*What the exercise asks*.
Word for word, copy every line of the data.

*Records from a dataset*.
+===+
"""Many plates on a Dask cluster (a LocalCluster of two worker processes): same results as the local run, nothing lost when a worker dies."""

from __future__ import annotations

import os
import signal
import sys
import threading
import time

import pytest

distributed = pytest.importorskip("distributed", reason="Dask distributed is not installed (pip install 'nmrcheck[test]')")

from nmrcheck.plate import ResultsStore, read_manifest, run_plate  # noqa: E402
from nmrcheck.plate.runner import run_plates  # noqa: E402

PLATE_WELLS = ("A1", "A2", "B1", "B2")


@pytest.fixture(scope="module")
def client():
    with distributed.LocalCluster(n_workers=2, threads_per_worker=1, processes=True, dashboard_address=":0") as cluster, distributed.Client(cluster) as c:
        yield c


def _comparable(out):
    """Every stored field of every well, except wall times and the run that stored it."""
    with ResultsStore(out) as store:
        return {w: {k: v for k, v in r.as_dict().items() if k != "timings"} for w, r in store.current().items()}, store.count_history()


def test_several_plates_on_the_cluster_match_the_local_run(client, small_plate, tmp_path):
    manifests = [read_manifest(small_plate(PLATE_WELLS, name=f"plate{k}")) for k in range(3)]
    summaries = run_plates([(m, tmp_path / f"dask{k}") for k, m in enumerate(manifests)], executor=client.get_executor(pure=False))
    assert [s.status for s in summaries] == ["complete"] * 3
    for k, m in enumerate(manifests):
        run_plate(m, tmp_path / f"local{k}", workers=2)
        on_cluster, history = _comparable(tmp_path / f"dask{k}")
        local, _ = _comparable(tmp_path / f"local{k}")
        assert history == len(PLATE_WELLS)
        assert on_cluster == local


def test_a_worker_killed_mid_run_loses_nothing(client, small_plate, tmp_path):
    manifest = read_manifest(small_plate(tuple(f"{r}{c}" for r in "ABC" for c in range(1, 9)), points=16384))
    out = tmp_path / "out"
    pids = client.run(os.getpid)
    killed = []

    def kill_one_when_started():
        deadline = time.monotonic() + 60
        while time.monotonic() < deadline:
            try:
                with ResultsStore(out) as store:
                    if store.count_history() >= 2:
                        break
            except Exception:  # noqa: BLE001 - the database may not exist yet
                pass
            time.sleep(0.02)
        pid = next(iter(pids.values()))
        os.kill(pid, signal.SIGKILL)
        with ResultsStore(out) as store:
            killed.append((pid, store.count_history()))

    killer = threading.Thread(target=kill_one_when_started)
    killer.start()
    summary = run_plate(manifest, out, executor=client.get_executor(pure=False))
    killer.join()
    assert killed, "no worker was killed"
    assert killed[0][1] < len(manifest.wells) - 2, "the worker was killed after the plate was nearly done"
    assert summary.status == "complete"
    with ResultsStore(out) as store:
        current = store.current()
        assert store.count_history() == len(manifest.wells), "a well was lost or screened twice"
    # The well in flight on the killed worker was retried elsewhere, not recorded as failed.
    assert all(r.status == "done" for r in current.values()), {w: r.error for w, r in current.items() if r.status != "done"}


def test_command_line_points_at_a_scheduler(client, small_plate, tmp_path):
    """`plate run --scheduler ADDRESS` screens on that cluster (the address a lab gives for its own)."""
    from click.testing import CliRunner

    from nmrcheck.cli import main

    manifest = small_plate(PLATE_WELLS)
    result = CliRunner().invoke(main, ["plate", "run", str(manifest), "--out", str(tmp_path / "out"), "--no-report", "--scheduler", client.scheduler.address])
    assert result.exit_code == 0, result.output
    with ResultsStore(tmp_path / "out") as store:
        assert store.count_history() == len(PLATE_WELLS)
        assert all(r.status == "done" for r in store.current().values())


def _hang_on_a2():
    """Run in each worker process: the recording reader never returns for well A2 (as a parser stuck in a loop would)."""
    import time as _time

    import nmrcheck.io

    real = nmrcheck.io.read_any

    def reader(path, *args, **kwargs):
        if str(path).rstrip("/").endswith("/A2"):
            _time.sleep(3600)
        return real(path, *args, **kwargs)

    reader.real = real
    nmrcheck.io.read_any = reader


def _unpatch():
    import nmrcheck.io

    nmrcheck.io.read_any = getattr(nmrcheck.io.read_any, "real", nmrcheck.io.read_any)


def test_a_stuck_well_is_stopped_and_its_worker_replaced(client, small_plate, tmp_path):
    import cloudpickle

    from nmrcheck.plate.workers import WellLimits

    cloudpickle.register_pickle_by_value(sys.modules[__name__])
    before = set(client.run(os.getpid).values())
    client.run(_hang_on_a2)
    try:
        manifest = read_manifest(small_plate(PLATE_WELLS))
        summary = run_plate(manifest, tmp_path / "out", executor=client.get_executor(pure=False), limits=WellLimits(time_s=1.5))
        assert summary.status == "complete"
        with ResultsStore(tmp_path / "out") as store:
            current = store.current()
            assert store.count_history() == len(PLATE_WELLS)
        assert current["A2"].status == "error" and current["A2"].error.startswith("took longer than 1.5 s")
        assert all(current[w].status == "done" for w in PLATE_WELLS if w != "A2")
        # The worker stuck in A2 ends itself a little after the limit; its nanny starts a new one.
        deadline = time.monotonic() + 60
        while time.monotonic() < deadline:
            pids = set(client.run(os.getpid).values())
            if len(pids) == 2 and pids != before:
                break
            time.sleep(0.25)
        assert len(pids) == 2 and len(pids & before) == 1, (before, pids)
    finally:
        client.run(_unpatch)
        cloudpickle.unregister_pickle_by_value(sys.modules[__name__])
+===+
*Task output*.
"""Many plates on a Dask cluster (a LocalCluster of two worker processes): same results as the local run, nothing lost when a worker dies."""

from __future__ import annotations

import os
import signal
import sys
import threading
import time

import pytest

distributed = pytest.importorskip("distributed", reason="Dask distributed is not installed (pip install 'nmrcheck[test]')")

from nmrcheck.plate import ResultsStore, read_manifest, run_plate  # noqa: E402
from nmrcheck.plate.runner import run_plates  # noqa: E402

PLATE_WELLS = ("A1", "A2", "B1", "B2")


@pytest.fixture(scope="module")
def client():
    with distributed.LocalCluster(n_workers=2, threads_per_worker=1, processes=True, dashboard_address=":0") as cluster, distributed.Client(cluster) as c:
        yield c


def _comparable(out):
    """Every stored field of every well, except wall times and the run that stored it."""
    with ResultsStore(out) as store:
        return {w: {k: v for k, v in r.as_dict().items() if k != "timings"} for w, r in store.current().items()}, store.count_history()


def test_several_plates_on_the_cluster_match_the_local_run(client, small_plate, tmp_path):
    manifests = [read_manifest(small_plate(PLATE_WELLS, name=f"plate{k}")) for k in range(3)]
    summaries = run_plates([(m, tmp_path / f"dask{k}") for k, m in enumerate(manifests)], executor=client.get_executor(pure=False))
    assert [s.status for s in summaries] == ["complete"] * 3
    for k, m in enumerate(manifests):
        run_plate(m, tmp_path / f"local{k}", workers=2)
        on_cluster, history = _comparable(tmp_path / f"dask{k}")
        local, _ = _comparable(tmp_path / f"local{k}")
        assert history == len(PLATE_WELLS)
        assert on_cluster == local


def test_a_worker_killed_mid_run_loses_nothing(client, small_plate, tmp_path):
    manifest = read_manifest(small_plate(tuple(f"{r}{c}" for r in "ABC" for c in range(1, 9)), points=16384))
    out = tmp_path / "out"
    pids = client.run(os.getpid)
    killed = []

    def kill_one_when_started():
        deadline = time.monotonic() + 60
        while time.monotonic() < deadline:
            try:
                with ResultsStore(out) as store:
                    if store.count_history() >= 2:
                        break
            except Exception:  # noqa: BLE001 - the database may not exist yet
                pass
            time.sleep(0.02)
        pid = next(iter(pids.values()))
        os.kill(pid, signal.SIGKILL)
        with ResultsStore(out) as store:
            killed.append((pid, store.count_history()))

    killer = threading.Thread(target=kill_one_when_started)
    killer.start()
    summary = run_plate(manifest, out, executor=client.get_executor(pure=False))
    killer.join()
    assert killed, "no worker was killed"
    assert killed[0][1] < len(manifest.wells) - 2, "the worker was killed after the plate was nearly done"
    assert summary.status == "complete"
    with ResultsStore(out) as store:
        current = store.current()
        assert store.count_history() == len(manifest.wells), "a well was lost or screened twice"
    # The well in flight on the killed worker was retried elsewhere, not recorded as failed.
    assert all(r.status == "done" for r in current.values()), {w: r.error for w, r in current.items() if r.status != "done"}


def test_command_line_points_at_a_scheduler(client, small_plate, tmp_path):
    """`plate run --scheduler ADDRESS` screens on that cluster (the address a lab gives for its own)."""
    from click.testing import CliRunner

    from nmrcheck.cli import main

    manifest = small_plate(PLATE_WELLS)
    result = CliRunner().invoke(main, ["plate", "run", str(manifest), "--out", str(tmp_path / "out"), "--no-report", "--scheduler", client.scheduler.address])
    assert result.exit_code == 0, result.output
    with ResultsStore(tmp_path / "out") as store:
        assert store.count_history() == len(PLATE_WELLS)
        assert all(r.status == "done" for r in store.current().values())


def _hang_on_a2():
    """Run in each worker process: the recording reader never returns for well A2 (as a parser stuck in a loop would)."""
    import time as _time

    import nmrcheck.io

    real = nmrcheck.io.read_any

    def reader(path, *args, **kwargs):
        if str(path).rstrip("/").endswith("/A2"):
            _time.sleep(3600)
        return real(path, *args, **kwargs)

    reader.real = real
    nmrcheck.io.read_any = reader


def _unpatch():
    import nmrcheck.io

    nmrcheck.io.read_any = getattr(nmrcheck.io.read_any, "real", nmrcheck.io.read_any)


def test_a_stuck_well_is_stopped_and_its_worker_replaced(client, small_plate, tmp_path):
    import cloudpickle

    from nmrcheck.plate.workers import WellLimits

    cloudpickle.register_pickle_by_value(sys.modules[__name__])
    before = set(client.run(os.getpid).values())
    client.run(_hang_on_a2)
    try:
        manifest = read_manifest(small_plate(PLATE_WELLS))
        summary = run_plate(manifest, tmp_path / "out", executor=client.get_executor(pure=False), limits=WellLimits(time_s=1.5))
        assert summary.status == "complete"
        with ResultsStore(tmp_path / "out") as store:
            current = store.current()
            assert store.count_history() == len(PLATE_WELLS)
        assert current["A2"].status == "error" and current["A2"].error.startswith("took longer than 1.5 s")
        assert all(current[w].status == "done" for w in PLATE_WELLS if w != "A2")
        # The worker stuck in A2 ends itself a little after the limit; its nanny starts a new one.
        deadline = time.monotonic() + 60
        while time.monotonic() < deadline:
            pids = set(client.run(os.getpid).values())
            if len(pids) == 2 and pids != before:
                break
            time.sleep(0.25)
        assert len(pids) == 2 and len(pids & before) == 1, (before, pids)
    finally:
        client.run(_unpatch)
        cloudpickle.unregister_pickle_by_value(sys.modules[__name__])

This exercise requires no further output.